#### Description of the task
Among the records that follow, find the line with "placeholder (0.5 of" and the line with "return self.state.holdup". Set down those lines and all lines between them exactly, without adding anything.

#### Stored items
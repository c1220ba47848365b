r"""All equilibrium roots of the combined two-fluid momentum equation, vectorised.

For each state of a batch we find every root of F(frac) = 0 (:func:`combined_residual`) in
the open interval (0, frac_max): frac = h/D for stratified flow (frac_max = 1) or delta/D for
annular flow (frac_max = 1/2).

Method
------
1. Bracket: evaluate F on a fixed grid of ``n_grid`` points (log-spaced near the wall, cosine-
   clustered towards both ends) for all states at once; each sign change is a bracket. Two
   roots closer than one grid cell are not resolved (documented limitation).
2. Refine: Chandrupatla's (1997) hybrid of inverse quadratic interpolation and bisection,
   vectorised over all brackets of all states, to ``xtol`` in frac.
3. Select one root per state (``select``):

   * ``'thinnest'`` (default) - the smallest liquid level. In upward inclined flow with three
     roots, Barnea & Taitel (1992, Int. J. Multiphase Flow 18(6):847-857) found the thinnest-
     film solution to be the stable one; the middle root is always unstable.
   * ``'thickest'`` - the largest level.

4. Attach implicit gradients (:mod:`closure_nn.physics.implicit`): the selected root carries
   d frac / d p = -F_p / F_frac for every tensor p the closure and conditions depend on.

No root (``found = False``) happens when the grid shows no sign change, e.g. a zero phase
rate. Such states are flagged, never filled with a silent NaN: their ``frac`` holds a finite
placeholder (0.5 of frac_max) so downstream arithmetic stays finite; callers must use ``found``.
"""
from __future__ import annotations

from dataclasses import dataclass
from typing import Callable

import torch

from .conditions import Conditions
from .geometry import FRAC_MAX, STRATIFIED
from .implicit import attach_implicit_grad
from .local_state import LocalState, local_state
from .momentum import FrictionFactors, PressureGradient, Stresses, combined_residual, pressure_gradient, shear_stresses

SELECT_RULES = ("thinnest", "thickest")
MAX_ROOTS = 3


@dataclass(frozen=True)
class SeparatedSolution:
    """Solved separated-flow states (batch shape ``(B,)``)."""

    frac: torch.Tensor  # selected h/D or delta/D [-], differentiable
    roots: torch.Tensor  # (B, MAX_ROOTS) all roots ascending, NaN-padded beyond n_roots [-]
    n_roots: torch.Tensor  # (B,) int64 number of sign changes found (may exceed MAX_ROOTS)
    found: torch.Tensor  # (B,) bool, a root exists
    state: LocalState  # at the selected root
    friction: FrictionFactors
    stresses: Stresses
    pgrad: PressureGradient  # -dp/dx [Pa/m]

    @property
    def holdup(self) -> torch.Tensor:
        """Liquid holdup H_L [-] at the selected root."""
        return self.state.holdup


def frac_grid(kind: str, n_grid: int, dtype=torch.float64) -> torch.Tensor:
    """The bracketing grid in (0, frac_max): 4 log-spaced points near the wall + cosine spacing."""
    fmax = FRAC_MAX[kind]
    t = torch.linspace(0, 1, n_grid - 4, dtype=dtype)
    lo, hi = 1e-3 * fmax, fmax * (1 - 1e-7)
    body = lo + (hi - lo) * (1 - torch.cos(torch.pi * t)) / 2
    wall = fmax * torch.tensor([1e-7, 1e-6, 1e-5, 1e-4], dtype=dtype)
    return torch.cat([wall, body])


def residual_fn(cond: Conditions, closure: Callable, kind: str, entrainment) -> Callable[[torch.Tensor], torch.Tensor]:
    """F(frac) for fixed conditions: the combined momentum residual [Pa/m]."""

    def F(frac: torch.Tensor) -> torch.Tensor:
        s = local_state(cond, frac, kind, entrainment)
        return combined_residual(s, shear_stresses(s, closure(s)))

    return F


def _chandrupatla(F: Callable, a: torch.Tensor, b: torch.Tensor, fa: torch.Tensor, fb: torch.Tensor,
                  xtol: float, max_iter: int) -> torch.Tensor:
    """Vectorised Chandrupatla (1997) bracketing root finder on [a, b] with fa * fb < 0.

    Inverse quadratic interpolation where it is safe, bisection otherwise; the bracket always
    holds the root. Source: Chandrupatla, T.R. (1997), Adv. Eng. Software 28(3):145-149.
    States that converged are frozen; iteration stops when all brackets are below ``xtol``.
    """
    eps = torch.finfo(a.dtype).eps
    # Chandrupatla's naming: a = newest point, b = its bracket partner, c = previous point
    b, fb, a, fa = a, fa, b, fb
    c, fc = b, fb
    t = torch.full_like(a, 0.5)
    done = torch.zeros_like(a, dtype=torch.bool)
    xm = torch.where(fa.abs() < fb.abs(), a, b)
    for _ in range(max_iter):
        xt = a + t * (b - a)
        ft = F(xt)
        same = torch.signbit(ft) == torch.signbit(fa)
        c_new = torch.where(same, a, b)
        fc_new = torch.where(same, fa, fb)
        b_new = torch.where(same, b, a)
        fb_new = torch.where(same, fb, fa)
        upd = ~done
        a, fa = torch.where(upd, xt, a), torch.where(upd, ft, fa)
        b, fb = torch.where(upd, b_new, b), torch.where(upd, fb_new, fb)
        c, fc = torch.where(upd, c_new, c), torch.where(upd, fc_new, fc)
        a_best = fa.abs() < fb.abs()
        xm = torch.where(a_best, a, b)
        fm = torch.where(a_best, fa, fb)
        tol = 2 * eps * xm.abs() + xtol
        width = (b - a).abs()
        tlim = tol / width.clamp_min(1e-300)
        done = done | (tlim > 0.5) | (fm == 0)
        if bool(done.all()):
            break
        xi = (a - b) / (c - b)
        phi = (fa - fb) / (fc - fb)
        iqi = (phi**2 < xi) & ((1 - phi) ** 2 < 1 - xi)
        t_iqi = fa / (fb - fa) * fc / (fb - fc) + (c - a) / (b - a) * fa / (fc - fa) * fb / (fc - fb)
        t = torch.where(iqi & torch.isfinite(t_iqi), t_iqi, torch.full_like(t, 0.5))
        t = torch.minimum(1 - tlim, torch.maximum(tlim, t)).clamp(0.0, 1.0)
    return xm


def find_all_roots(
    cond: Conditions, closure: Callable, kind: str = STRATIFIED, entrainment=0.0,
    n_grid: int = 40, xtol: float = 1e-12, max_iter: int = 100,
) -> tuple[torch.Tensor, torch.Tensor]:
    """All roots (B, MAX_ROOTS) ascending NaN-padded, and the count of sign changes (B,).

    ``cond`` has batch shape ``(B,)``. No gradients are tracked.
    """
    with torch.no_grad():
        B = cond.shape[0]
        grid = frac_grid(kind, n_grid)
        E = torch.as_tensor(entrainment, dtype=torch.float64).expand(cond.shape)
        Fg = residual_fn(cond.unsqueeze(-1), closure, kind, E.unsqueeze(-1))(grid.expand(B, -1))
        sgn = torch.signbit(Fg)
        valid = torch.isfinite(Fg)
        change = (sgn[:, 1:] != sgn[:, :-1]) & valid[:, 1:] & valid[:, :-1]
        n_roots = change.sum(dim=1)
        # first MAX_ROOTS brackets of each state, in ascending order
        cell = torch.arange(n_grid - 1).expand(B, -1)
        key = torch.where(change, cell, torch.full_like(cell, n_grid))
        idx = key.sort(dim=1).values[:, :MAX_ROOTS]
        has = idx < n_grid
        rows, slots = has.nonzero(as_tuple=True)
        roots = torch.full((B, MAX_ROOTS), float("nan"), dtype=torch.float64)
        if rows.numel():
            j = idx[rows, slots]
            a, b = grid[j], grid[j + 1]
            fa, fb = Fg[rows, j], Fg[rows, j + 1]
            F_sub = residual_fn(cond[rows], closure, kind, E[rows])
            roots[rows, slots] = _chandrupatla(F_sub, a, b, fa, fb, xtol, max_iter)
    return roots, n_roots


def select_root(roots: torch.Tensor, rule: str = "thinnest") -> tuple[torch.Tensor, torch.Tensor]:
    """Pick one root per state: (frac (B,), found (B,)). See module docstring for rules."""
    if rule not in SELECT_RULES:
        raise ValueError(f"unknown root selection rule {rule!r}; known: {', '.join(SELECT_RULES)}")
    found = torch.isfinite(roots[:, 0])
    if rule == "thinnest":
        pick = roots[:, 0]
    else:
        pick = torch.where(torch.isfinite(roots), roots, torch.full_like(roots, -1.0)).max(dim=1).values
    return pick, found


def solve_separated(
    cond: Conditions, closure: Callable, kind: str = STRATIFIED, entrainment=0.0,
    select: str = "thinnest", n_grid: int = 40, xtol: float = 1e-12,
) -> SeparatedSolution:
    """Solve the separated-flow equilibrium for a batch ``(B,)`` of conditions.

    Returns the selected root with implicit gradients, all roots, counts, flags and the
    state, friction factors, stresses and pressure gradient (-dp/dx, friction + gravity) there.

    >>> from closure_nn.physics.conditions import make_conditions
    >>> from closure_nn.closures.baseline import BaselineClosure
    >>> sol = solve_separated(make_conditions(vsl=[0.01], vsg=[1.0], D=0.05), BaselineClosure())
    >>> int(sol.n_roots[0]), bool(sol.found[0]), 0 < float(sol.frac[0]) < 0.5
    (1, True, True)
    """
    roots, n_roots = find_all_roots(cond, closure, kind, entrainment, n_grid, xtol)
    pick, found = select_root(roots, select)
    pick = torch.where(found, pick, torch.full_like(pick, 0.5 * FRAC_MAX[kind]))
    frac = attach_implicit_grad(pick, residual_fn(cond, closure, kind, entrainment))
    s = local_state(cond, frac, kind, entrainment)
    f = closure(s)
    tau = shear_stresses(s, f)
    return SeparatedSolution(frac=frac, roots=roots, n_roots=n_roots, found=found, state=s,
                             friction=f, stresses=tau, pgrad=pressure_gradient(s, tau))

...

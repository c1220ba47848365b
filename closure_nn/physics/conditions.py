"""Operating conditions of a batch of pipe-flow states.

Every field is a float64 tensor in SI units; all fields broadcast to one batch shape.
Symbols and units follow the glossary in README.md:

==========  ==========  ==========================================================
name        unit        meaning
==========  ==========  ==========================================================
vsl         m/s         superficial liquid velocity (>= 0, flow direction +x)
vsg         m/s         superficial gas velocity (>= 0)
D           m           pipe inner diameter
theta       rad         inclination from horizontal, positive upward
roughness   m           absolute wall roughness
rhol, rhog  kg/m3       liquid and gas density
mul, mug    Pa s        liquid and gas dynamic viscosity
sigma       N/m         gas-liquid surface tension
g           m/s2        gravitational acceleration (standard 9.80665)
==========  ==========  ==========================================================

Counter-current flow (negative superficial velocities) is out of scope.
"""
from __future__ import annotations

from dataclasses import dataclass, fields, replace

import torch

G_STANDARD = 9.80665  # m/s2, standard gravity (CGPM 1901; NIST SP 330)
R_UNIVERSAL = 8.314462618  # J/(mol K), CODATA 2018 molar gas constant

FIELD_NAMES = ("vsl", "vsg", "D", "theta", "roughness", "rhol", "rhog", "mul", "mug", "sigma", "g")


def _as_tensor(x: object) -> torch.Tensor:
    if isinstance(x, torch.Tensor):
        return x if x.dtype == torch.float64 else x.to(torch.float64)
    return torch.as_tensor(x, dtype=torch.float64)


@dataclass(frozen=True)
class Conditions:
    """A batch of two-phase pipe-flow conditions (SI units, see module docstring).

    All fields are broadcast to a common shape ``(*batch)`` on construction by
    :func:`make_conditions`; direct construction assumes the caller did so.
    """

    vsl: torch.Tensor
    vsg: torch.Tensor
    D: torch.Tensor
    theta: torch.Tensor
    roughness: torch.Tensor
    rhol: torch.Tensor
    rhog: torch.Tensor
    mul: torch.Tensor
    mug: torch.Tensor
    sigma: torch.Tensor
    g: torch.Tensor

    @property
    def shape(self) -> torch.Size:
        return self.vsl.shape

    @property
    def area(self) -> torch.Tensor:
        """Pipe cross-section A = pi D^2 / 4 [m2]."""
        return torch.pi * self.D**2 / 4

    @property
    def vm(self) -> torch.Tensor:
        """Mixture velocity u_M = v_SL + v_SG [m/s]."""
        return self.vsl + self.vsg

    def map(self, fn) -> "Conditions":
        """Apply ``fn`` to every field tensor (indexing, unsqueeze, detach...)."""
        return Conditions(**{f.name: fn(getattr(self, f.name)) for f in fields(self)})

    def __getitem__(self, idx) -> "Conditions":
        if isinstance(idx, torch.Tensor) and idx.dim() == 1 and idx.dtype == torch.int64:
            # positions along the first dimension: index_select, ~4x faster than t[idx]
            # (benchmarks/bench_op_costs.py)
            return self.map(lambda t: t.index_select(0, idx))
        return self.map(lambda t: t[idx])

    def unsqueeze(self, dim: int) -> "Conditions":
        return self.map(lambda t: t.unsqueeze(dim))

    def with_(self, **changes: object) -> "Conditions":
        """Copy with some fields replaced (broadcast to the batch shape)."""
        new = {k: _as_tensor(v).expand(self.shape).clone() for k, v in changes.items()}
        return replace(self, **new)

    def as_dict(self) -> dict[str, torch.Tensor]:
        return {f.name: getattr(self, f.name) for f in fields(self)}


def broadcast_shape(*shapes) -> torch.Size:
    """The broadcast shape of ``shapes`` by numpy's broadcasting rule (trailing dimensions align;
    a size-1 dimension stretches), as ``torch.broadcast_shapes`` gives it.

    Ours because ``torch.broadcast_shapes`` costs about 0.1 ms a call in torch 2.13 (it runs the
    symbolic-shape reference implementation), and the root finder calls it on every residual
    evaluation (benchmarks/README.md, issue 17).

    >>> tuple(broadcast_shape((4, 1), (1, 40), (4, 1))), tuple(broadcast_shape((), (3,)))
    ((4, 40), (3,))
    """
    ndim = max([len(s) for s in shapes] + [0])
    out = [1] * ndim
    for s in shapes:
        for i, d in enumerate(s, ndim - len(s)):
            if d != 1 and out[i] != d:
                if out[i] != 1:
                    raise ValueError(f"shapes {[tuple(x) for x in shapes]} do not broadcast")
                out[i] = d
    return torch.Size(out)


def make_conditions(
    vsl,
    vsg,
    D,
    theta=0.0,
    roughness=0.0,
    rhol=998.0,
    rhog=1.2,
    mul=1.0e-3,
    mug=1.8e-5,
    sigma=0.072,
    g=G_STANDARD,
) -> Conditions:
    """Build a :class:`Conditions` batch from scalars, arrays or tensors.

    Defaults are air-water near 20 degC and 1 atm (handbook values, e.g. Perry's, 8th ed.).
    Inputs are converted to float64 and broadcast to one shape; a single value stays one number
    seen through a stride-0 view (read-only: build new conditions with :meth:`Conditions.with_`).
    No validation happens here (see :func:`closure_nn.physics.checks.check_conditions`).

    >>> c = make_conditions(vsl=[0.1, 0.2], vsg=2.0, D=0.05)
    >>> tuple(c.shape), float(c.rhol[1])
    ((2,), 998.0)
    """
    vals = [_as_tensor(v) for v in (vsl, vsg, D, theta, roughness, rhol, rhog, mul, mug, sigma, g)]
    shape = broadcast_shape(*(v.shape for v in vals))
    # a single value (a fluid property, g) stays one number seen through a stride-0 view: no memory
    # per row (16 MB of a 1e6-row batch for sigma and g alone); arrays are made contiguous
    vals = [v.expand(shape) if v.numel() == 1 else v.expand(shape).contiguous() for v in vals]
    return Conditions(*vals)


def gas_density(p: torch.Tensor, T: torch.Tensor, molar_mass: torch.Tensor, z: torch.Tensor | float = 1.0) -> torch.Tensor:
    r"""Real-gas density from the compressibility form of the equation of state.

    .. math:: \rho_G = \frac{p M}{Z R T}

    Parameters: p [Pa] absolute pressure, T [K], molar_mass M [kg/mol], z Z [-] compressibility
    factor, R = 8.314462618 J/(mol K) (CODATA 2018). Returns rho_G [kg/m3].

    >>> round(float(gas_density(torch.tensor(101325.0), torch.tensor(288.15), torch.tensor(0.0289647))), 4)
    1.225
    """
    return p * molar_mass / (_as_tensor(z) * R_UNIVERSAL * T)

#### Exercise solution
placeholder (0.5 of frac_max) so downstream arithmetic stays finite; callers must use ``found``.
"""
from __future__ import annotations

from dataclasses import dataclass
from typing import Callable

import torch

from .conditions import Conditions
from .geometry import FRAC_MAX, STRATIFIED
from .implicit import attach_implicit_grad
from .local_state import LocalState, local_state
from .momentum import FrictionFactors, PressureGradient, Stresses, combined_residual, pressure_gradient, shear_stresses

SELECT_RULES = ("thinnest", "thickest")
MAX_ROOTS = 3


@dataclass(frozen=True)
class SeparatedSolution:
    """Solved separated-flow states (batch shape ``(B,)``)."""

    frac: torch.Tensor  # selected h/D or delta/D [-], differentiable
    roots: torch.Tensor  # (B, MAX_ROOTS) all roots ascending, NaN-padded beyond n_roots [-]
    n_roots: torch.Tensor  # (B,) int64 number of sign changes found (may exceed MAX_ROOTS)
    found: torch.Tensor  # (B,) bool, a root exists
    state: LocalState  # at the selected root
    friction: FrictionFactors
    stresses: Stresses
    pgrad: PressureGradient  # -dp/dx [Pa/m]

    @property
    def holdup(self) -> torch.Tensor:
        """Liquid holdup H_L [-] at the selected root."""
        return self.state.holdup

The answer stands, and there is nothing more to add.